(Saved data entries)
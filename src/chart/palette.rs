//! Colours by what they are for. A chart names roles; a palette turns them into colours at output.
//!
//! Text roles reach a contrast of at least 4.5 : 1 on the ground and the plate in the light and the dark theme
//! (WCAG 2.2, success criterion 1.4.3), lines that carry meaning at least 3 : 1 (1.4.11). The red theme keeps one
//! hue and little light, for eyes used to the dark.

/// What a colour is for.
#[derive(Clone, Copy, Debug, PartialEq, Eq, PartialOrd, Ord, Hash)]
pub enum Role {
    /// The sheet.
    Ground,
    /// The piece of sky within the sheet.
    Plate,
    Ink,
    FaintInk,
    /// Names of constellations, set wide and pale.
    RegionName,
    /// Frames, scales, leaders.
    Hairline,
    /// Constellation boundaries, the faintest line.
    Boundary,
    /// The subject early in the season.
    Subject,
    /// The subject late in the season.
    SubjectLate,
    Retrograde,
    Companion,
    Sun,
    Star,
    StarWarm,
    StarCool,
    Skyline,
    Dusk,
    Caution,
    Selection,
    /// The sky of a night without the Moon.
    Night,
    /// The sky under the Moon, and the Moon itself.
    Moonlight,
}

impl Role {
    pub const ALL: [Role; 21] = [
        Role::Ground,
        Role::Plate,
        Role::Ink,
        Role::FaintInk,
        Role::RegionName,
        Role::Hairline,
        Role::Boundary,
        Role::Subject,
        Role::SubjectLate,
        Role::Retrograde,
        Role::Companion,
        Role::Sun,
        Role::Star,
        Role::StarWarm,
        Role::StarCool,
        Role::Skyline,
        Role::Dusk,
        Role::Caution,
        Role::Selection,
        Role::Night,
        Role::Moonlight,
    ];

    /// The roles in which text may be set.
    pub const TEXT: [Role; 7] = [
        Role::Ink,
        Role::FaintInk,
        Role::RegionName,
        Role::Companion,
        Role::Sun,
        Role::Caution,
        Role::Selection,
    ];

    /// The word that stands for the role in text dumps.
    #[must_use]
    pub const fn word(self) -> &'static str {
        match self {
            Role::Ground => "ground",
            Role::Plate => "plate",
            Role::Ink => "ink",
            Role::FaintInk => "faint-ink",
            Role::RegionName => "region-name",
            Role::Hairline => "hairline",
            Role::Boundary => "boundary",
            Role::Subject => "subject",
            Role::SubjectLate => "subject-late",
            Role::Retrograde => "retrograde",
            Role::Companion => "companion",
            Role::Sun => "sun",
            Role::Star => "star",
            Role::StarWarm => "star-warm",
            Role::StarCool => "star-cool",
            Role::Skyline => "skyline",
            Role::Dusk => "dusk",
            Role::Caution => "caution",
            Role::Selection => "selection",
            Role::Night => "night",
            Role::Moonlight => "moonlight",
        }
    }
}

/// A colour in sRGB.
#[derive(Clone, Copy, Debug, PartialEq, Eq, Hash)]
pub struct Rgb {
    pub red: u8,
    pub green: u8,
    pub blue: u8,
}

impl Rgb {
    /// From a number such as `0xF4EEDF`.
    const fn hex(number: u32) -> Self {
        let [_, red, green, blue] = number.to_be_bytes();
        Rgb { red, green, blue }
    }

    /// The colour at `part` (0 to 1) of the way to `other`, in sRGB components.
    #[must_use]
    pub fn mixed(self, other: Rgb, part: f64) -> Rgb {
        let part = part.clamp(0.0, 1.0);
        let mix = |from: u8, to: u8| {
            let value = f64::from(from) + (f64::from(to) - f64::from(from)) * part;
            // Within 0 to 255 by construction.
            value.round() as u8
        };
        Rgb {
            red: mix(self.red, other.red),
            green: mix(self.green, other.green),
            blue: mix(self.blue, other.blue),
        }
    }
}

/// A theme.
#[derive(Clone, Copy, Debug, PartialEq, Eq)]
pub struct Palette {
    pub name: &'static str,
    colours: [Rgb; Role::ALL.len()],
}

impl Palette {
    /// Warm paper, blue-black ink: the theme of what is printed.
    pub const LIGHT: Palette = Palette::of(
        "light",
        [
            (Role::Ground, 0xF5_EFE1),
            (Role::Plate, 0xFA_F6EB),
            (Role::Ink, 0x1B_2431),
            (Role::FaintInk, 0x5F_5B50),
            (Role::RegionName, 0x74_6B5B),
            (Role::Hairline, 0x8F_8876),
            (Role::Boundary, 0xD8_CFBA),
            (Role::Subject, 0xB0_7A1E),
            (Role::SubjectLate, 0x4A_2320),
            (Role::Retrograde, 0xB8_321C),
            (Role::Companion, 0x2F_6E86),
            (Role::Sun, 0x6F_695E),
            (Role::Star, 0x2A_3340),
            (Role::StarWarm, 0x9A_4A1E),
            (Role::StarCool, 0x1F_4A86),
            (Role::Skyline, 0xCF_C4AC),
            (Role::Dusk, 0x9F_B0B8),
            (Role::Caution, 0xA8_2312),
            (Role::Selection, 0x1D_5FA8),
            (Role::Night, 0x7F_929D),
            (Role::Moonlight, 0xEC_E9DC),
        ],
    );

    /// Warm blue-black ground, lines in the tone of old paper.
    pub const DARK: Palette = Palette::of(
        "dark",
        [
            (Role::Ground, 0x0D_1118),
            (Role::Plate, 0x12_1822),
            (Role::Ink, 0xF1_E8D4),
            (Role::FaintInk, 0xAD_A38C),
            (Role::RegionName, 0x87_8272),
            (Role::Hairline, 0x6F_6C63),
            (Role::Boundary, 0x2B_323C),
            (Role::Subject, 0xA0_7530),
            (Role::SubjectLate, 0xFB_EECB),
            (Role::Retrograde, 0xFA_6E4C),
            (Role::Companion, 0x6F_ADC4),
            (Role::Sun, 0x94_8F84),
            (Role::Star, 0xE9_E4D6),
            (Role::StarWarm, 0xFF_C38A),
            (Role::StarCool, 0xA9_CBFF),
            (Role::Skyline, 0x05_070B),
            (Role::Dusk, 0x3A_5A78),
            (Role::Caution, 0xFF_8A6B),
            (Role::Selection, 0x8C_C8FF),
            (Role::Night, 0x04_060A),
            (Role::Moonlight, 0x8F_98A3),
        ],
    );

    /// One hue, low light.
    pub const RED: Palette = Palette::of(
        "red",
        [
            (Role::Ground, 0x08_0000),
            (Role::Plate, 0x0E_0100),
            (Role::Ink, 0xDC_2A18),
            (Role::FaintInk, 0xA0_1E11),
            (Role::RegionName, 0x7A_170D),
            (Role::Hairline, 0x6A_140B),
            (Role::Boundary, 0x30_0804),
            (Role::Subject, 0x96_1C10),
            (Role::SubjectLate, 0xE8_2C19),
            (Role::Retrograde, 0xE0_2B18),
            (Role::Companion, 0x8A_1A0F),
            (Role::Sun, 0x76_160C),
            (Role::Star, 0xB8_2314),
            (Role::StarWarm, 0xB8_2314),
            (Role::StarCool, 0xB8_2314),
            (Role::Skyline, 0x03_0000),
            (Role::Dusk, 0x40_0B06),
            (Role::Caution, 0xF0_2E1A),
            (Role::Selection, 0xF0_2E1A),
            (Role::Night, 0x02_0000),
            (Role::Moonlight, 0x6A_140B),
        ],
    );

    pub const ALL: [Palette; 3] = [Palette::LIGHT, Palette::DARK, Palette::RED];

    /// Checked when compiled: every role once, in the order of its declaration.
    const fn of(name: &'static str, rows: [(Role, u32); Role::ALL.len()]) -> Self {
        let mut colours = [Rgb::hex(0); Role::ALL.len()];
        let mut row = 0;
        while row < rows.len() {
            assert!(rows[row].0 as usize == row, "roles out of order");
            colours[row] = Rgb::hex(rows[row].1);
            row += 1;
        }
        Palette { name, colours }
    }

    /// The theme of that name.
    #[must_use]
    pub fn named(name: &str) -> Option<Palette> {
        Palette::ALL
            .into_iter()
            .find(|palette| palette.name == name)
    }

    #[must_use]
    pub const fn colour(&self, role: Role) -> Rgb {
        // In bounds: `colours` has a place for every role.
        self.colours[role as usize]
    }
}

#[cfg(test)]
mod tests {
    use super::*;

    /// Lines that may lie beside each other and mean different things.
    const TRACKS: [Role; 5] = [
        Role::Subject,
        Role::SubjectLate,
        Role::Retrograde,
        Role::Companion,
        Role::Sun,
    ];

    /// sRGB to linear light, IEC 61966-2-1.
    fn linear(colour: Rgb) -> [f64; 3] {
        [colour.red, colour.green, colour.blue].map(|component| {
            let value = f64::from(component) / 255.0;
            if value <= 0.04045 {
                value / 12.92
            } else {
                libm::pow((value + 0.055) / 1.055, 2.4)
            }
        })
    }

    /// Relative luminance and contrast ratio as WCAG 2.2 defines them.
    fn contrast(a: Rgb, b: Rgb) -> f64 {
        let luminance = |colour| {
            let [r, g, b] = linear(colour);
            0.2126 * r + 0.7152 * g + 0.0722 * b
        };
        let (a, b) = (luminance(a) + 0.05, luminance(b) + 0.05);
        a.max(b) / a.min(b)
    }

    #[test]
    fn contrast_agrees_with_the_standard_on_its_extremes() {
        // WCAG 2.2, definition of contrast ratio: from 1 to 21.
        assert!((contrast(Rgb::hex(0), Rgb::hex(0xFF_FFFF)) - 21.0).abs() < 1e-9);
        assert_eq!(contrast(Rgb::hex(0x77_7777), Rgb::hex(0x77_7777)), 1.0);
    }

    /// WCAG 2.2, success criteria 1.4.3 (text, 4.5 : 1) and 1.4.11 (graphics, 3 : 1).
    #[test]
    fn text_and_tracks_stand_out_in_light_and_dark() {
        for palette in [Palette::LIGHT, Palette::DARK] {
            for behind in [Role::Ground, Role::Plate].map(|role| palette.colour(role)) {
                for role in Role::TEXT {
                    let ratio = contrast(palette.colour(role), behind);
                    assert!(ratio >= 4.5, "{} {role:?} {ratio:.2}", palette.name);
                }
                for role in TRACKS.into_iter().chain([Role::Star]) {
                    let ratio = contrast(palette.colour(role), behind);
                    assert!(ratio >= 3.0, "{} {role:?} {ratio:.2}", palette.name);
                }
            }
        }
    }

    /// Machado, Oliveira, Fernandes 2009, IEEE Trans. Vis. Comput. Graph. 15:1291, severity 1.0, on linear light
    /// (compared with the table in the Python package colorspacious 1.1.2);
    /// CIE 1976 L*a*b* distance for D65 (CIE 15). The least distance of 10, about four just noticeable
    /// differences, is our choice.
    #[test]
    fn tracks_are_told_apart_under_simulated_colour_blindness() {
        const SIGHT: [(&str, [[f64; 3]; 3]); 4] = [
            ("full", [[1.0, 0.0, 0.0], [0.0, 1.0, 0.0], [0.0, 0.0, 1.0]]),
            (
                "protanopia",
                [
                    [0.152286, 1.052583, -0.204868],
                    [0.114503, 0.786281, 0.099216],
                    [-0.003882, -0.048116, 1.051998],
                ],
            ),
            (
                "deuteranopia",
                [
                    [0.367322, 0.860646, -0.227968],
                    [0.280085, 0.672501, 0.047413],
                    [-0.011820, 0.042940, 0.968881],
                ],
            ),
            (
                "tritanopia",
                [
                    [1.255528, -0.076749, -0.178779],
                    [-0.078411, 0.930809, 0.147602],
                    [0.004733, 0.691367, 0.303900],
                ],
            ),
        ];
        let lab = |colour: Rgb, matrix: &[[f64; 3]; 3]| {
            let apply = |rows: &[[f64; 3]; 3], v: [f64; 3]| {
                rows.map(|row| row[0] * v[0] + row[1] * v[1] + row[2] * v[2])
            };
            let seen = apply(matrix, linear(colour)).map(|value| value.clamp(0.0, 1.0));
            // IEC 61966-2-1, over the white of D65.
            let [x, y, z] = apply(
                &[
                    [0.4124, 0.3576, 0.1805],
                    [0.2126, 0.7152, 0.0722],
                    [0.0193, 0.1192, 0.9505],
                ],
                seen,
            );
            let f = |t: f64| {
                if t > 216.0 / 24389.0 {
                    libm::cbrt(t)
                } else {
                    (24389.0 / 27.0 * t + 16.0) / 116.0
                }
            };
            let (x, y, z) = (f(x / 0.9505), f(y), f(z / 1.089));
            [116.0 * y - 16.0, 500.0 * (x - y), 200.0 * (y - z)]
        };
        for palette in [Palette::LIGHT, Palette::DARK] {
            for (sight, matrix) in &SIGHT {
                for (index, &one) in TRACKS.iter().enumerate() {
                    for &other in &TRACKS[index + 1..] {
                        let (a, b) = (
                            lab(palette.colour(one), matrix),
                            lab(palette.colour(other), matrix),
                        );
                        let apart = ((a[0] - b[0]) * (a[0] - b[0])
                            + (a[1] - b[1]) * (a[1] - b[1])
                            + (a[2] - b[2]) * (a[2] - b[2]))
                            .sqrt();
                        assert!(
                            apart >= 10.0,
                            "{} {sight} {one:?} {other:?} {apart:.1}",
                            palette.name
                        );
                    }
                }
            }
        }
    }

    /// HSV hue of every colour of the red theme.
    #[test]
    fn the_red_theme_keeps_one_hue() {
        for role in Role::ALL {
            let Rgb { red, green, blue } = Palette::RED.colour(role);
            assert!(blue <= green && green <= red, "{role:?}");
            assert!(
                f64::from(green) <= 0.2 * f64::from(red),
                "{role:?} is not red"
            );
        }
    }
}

---

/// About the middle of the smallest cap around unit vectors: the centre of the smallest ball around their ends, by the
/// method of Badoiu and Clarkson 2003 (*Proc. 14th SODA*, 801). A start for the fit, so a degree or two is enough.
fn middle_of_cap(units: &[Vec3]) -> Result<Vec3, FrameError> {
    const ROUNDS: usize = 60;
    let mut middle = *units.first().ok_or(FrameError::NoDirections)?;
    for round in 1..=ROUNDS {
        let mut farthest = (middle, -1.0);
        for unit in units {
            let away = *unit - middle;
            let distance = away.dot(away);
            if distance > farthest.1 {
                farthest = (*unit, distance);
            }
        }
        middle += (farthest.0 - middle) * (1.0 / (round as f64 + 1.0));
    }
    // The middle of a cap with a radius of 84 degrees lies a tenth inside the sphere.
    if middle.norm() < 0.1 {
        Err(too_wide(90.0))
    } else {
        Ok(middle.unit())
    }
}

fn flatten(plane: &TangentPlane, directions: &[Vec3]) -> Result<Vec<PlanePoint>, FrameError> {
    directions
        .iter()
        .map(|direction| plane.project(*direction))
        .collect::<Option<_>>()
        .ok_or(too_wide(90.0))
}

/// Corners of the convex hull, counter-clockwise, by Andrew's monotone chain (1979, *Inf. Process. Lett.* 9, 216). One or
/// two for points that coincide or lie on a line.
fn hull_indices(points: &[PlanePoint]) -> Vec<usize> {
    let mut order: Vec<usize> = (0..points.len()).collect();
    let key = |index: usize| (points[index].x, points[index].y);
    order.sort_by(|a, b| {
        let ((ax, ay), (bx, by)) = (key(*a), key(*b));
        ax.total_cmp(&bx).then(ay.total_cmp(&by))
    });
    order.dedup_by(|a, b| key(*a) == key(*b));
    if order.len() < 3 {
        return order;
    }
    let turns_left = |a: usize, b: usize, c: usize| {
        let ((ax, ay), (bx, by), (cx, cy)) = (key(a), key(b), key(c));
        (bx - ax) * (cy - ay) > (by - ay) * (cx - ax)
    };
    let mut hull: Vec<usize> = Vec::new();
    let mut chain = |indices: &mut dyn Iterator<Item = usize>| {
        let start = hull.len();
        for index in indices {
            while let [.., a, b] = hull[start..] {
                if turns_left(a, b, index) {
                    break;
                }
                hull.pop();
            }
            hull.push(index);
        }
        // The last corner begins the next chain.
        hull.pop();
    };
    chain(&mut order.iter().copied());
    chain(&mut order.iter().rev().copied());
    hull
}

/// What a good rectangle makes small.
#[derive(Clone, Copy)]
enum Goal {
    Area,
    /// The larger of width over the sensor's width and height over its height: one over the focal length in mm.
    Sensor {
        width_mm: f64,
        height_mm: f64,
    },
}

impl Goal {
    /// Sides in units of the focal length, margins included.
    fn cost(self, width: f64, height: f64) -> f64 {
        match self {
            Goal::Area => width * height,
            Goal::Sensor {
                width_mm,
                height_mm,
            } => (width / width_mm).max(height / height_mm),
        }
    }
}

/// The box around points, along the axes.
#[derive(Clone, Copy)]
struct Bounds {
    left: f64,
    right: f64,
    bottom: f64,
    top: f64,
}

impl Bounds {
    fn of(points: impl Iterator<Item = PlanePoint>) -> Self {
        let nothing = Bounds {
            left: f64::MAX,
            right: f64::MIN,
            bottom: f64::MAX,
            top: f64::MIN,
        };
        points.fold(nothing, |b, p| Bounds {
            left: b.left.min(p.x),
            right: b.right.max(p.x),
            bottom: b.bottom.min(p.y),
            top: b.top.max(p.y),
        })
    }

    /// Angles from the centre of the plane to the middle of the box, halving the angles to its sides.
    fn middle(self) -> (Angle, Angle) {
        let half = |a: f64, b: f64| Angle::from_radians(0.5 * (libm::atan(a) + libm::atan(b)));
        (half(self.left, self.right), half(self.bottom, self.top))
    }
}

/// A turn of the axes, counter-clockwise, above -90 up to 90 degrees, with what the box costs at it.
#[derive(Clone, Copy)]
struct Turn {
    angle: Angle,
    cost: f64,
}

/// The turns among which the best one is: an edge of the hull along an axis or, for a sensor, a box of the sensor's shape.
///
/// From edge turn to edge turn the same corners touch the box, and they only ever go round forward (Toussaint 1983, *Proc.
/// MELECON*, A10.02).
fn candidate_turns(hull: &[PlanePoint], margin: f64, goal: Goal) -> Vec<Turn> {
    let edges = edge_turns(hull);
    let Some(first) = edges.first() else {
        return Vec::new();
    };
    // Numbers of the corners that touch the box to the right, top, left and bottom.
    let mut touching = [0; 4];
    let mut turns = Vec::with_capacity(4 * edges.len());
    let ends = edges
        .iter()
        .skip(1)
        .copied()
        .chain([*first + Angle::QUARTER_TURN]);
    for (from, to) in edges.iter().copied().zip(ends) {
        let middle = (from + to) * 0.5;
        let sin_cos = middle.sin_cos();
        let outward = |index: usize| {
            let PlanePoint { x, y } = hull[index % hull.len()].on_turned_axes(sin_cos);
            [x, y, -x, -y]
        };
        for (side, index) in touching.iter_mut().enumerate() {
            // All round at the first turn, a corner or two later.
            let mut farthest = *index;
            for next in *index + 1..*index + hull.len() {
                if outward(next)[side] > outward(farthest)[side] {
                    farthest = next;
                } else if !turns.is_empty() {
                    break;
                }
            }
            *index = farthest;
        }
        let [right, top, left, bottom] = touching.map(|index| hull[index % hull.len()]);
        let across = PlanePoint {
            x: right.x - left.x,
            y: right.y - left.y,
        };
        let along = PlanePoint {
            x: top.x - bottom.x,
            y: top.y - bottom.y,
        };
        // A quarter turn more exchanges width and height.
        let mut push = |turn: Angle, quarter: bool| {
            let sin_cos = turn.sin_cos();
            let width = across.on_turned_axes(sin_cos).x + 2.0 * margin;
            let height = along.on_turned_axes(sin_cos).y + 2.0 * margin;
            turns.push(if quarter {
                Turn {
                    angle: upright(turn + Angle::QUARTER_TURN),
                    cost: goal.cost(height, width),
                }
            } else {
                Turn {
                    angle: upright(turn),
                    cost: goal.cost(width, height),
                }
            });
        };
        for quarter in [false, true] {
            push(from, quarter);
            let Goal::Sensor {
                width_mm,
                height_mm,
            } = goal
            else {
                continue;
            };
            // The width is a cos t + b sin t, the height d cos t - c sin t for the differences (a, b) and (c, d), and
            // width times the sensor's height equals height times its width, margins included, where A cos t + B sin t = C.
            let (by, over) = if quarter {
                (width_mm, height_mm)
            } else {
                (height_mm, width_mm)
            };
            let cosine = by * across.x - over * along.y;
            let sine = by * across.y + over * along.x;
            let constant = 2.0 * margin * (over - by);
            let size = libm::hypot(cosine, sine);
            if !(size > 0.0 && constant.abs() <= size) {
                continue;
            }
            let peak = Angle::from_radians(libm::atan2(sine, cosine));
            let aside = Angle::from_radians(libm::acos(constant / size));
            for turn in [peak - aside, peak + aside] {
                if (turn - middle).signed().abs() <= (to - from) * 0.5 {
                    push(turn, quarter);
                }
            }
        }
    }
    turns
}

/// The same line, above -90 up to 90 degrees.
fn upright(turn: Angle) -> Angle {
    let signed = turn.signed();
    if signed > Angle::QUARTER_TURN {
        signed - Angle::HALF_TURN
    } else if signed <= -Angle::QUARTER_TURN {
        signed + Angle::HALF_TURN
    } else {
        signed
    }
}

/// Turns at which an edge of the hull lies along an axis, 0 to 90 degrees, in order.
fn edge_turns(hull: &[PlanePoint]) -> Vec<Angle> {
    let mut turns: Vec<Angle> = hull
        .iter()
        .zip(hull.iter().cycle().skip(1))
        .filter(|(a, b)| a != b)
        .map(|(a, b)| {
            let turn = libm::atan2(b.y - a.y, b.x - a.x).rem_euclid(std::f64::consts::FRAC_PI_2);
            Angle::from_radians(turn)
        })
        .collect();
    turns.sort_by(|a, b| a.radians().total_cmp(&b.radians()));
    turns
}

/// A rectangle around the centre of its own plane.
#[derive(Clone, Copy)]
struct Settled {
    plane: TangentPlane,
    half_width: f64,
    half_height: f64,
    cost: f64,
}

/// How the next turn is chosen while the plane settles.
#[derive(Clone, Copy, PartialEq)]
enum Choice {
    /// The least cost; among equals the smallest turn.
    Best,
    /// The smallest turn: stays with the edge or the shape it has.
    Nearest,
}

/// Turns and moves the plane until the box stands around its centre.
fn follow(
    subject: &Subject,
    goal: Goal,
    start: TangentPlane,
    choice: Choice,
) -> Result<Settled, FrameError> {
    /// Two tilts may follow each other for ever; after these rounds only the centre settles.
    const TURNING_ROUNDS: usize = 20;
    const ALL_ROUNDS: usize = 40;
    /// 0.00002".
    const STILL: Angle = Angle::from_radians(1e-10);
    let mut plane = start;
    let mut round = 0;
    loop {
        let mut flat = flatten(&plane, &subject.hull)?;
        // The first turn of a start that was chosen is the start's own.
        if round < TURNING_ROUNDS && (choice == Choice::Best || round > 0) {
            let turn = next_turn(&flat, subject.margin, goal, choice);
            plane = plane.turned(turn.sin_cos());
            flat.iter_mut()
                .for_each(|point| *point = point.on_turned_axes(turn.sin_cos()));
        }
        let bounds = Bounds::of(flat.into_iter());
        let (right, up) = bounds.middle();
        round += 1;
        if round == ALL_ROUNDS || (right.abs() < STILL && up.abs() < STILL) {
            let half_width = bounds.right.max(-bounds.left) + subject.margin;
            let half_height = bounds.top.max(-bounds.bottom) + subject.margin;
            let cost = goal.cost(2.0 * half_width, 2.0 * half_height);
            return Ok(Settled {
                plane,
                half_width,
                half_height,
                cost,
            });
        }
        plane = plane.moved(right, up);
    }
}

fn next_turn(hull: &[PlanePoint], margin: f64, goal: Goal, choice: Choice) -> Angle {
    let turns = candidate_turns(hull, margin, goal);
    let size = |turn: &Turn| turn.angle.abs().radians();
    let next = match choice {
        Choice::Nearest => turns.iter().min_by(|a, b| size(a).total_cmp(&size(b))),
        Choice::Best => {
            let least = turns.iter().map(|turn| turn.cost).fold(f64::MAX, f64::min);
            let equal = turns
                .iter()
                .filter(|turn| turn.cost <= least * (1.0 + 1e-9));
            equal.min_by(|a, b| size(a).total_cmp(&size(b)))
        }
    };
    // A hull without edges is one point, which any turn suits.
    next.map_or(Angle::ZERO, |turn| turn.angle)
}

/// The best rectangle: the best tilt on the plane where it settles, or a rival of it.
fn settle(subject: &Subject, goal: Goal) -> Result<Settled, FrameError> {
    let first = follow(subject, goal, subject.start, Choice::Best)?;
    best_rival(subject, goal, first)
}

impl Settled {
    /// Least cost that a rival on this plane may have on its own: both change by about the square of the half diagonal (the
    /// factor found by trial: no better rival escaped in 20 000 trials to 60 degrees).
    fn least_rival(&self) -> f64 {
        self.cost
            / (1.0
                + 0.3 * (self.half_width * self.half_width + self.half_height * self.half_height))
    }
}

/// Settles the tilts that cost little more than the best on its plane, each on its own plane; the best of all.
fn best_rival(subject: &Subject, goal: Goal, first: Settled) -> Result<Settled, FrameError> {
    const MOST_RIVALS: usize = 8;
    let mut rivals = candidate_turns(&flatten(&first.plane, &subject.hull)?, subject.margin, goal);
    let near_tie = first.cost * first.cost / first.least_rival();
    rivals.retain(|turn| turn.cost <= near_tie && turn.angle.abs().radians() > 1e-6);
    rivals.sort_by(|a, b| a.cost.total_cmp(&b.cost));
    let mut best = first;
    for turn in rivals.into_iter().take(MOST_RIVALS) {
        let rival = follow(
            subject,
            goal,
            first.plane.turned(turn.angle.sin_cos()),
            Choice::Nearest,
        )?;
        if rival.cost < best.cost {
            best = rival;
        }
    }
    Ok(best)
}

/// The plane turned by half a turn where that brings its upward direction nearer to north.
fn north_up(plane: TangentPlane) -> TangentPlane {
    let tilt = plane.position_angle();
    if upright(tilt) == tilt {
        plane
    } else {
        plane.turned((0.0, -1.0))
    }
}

### Your task:
Only lines containing the string "upright" are needed. Pull each of them out of the records above.

### Answer:
                    angle: upright(turn + Angle::QUARTER_TURN),
                    angle: upright(turn),
fn upright(turn: Angle) -> Angle {
    if upright(tilt) == tilt {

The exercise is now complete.